▶ **WORK ITEM**
Return each line of the entries that mentions the word "through".

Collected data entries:
------------
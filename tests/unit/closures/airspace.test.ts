import { describe, expect, it } from "vitest";
import { airspace } from "@/lib/planning/closures/airspace";
import type { AnswerFacts, VolumeFacts } from "@/lib/planning/pass-facts";
import { brief, OPEN, PASS, riseAnd, span } from "./facts";

const UNIT = { id: "a-1", name: "Cotter Vale Approach", kind: "air unit", leadTimeMin: 30, version: 1 };
const VOLUME: VolumeFacts = {
  id: "v-1",
  name: "Vale corridor",
  version: 5,
  authorityId: "a-1",
  floorText: "FL 100",
  ceilingText: "FL 245",
  activeSpans: [{ fromMs: riseAnd(-3600), toMs: riseAnd(150) }],
  scheduleKnownUntilMs: riseAnd(86_400),
  liftable: true,
};
const INSIDE = { ...PASS, airspaceKey: "v-1:5", volumes: [{ volumeId: "v-1", spans: [span(100, 200)] }] };

function judged(volume: Partial<VolumeFacts>, answers: AnswerFacts[] | null = null, dwell = span(90, 160)) {
  const own = answers && { engagementId: "e-1", dwell, requestedOf: new Set(["a-1"]), answers };
  const facts = { ...OPEN, airspaceKey: "v-1:5", authorities: [UNIT], own };
  return airspace(INSIDE, { ...facts, volumes: [{ ...VOLUME, ...volume }] });
}

function answer(outcome: AnswerFacts["outcome"]): AnswerFacts {
  return { authorityId: "a-1", outcome, conditions: null, reasons: null, answeredMs: riseAnd(-5000) };
}

describe("airspace", () => {
  it("leaves an inactive volume open", () => {
    expect(judged({ activeSpans: [span(-3600, 50), span(300, 3600)] })).toEqual([]);
  });

  it("counts overlapping hours once", () => {
    const activeSpans = [span(0, 130), span(120, 150)];
    expect(brief(judged({ activeSpans }))).toEqual([["pending", 100, 150]]);
  });

  it("is pending where the beam runs through an active volume that its authority may lift", () => {
    const closures = judged({});
    expect(brief(closures)).toEqual([["pending", 100, 150]]);
    expect(closures[0]?.cause).toBe(
      "The beam runs through Vale corridor (FL 100 to FL 245) while it is active; Cotter Vale Approach may allow it.",
    );
    expect(closures[0]?.input).toBe("airspace volume Vale corridor, version 5");
  });

  it("is lifted by no objection, with or without conditions, and by nothing else", () => {
    expect(judged({}, [answer("no objection")])).toEqual([]);
    expect(judged({}, [answer("no objection with conditions")])).toEqual([]);
    expect(brief(judged({}, [answer("objection")]))).toEqual([["pending", 100, 150]]);
    expect(brief(judged({}, []))).toEqual([["pending", 100, 150]]);
  });

  it("stays pending for seconds that the answer was not about", () => {
    expect(brief(judged({}, [answer("no objection")], span(110, 130)))).toEqual([
      ["pending", 100, 110],
      ["pending", 130, 150],
    ]);
  });

  it("is closed where the volume can't be lifted, or nobody is named who could", () => {
    expect(brief(judged({ liftable: false }, [answer("no objection")]))).toEqual([["closed", 100, 150]]);
    expect(brief(judged({ authorityId: null }))).toEqual([["closed", 100, 150]]);
  });

  it("reads not checked where the hours are not known", () => {
    const unknown = judged({ activeSpans: [] });
    expect(brief(unknown)).toEqual([["not checked", 100, 200]]);
    expect(unknown[0]?.overridable).toBe(true);
    expect(brief(judged({ scheduleKnownUntilMs: riseAnd(170) }))).toEqual([
      ["pending", 100, 150],
      ["not checked", 170, 200],
    ]);
    const answered = judged({ activeSpans: [] }, [answer("no objection")], span(90, 180));
    expect(brief(answered)).toEqual([["not checked", 180, 200]]);
    const shut = judged({ activeSpans: [], liftable: false }, [answer("no objection")], span(90, 180));
    expect(brief(shut)).toEqual([["not checked", 100, 200]]);
  });

  it("reads not checked over the whole pass when the volumes have changed since it was measured", () => {
    const closures = airspace(INSIDE, { ...OPEN, airspaceKey: "v-1:6", volumes: [VOLUME] });
    expect(brief(closures)).toEqual([["not checked", 0, 600]]);
    expect(closures[0]?.overridable).toBe(false);
  });
});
------------
▶ **ANSWER TO THE EXERCISE**
  it("is pending where the beam runs through an active volume that its authority may lift", () => {
      "The beam runs through Vale corridor (FL 100 to FL 245) while it is active; Cotter Vale Approach may allow it.",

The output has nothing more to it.